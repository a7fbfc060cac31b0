package evaluate

import (
	"fmt"
	"strings"

	"almanac/pipeline/runfolder"
)

// fill is one fold's imputation: a method that needs a complete series
// (engines.CompleteNeeder) had n of the of values of its training slice
// filled (forecast.Impute). The fold's test window is never filled: its
// actuals are scored as read, missing ones left out.
type fill struct {
	fold, n, of int
	how         string
}

// imputedProblems returns one problems row (stage backtest, code imputed)
// per entry whose training slices were filled on some fold, listing each
// fold's count.
func imputedProblems(key []string, entries []entryBacktest) []runfolder.Problem {
	var out []runfolder.Problem
	for _, eb := range entries {
		if len(eb.fills) == 0 {
			continue
		}
		parts := make([]string, len(eb.fills))
		total := 0
		for i, f := range eb.fills {
			parts[i] = fmt.Sprintf("fold %d: %d of %d by %s interpolation", f.fold, f.n, f.of, f.how)
			total += f.n
		}
		msg := fmt.Sprintf("%d missing values of training slices filled before fitting (the method needs a complete series; test windows are never filled): %s",
			total, strings.Join(parts, "; "))
		out = append(out, runfolder.Problem{Key: key, Stage: "backtest", Severity: "warning", Code: runfolder.CodeImputed, Method: eb.label, Message: msg})
	}
	return out
}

══════

**TRY IT:** With the line containing "never filled: its" as the last one, please set down exactly the lines of the records above from their very first line, and nothing more.

**YOUR RESPONSE:**
repository a7fbfc060cac31b0
package evaluate

import (
	"fmt"
	"strings"

	"almanac/pipeline/runfolder"
)

// fill is one fold's imputation: a method that needs a complete series
// (engines.CompleteNeeder) had n of the of values of its training slice
// filled (forecast.Impute). The fold's test window is never filled: its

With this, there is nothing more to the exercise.